**WORK ITEM:**
Would you reproduce exactly the lines below from the one holding "its range (points" through the one holding "assert flag_lines(flags) == lines", inclusive, and no others?

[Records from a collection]
== Segment start ==
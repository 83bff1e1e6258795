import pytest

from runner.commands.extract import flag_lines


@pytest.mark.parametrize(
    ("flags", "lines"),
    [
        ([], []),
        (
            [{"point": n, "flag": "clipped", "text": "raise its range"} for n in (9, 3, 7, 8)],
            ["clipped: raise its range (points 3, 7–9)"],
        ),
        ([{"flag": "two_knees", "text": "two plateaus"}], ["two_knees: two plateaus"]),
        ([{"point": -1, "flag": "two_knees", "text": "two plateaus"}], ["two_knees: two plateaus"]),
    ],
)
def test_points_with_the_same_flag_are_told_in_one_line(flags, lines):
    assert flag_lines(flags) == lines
== Segment end ==
== Segment start ==
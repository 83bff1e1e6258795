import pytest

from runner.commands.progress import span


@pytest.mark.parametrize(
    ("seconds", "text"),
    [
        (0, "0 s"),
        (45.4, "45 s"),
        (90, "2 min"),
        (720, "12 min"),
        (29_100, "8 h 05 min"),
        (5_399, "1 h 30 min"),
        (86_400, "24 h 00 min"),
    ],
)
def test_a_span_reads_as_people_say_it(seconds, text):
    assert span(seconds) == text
== Segment end ==
**ANSWER SPACE:**
            ["clipped: raise its range (points 3, 7–9)"],
        ),
        ([{"flag": "two_knees", "text": "two plateaus"}], ["two_knees: two plateaus"]),
        ([{"point": -1, "flag": "two_knees", "text": "two plateaus"}], ["two_knees: two plateaus"]),
    ],
)
def test_points_with_the_same_flag_are_told_in_one_line(flags, lines):
    assert flag_lines(flags) == lines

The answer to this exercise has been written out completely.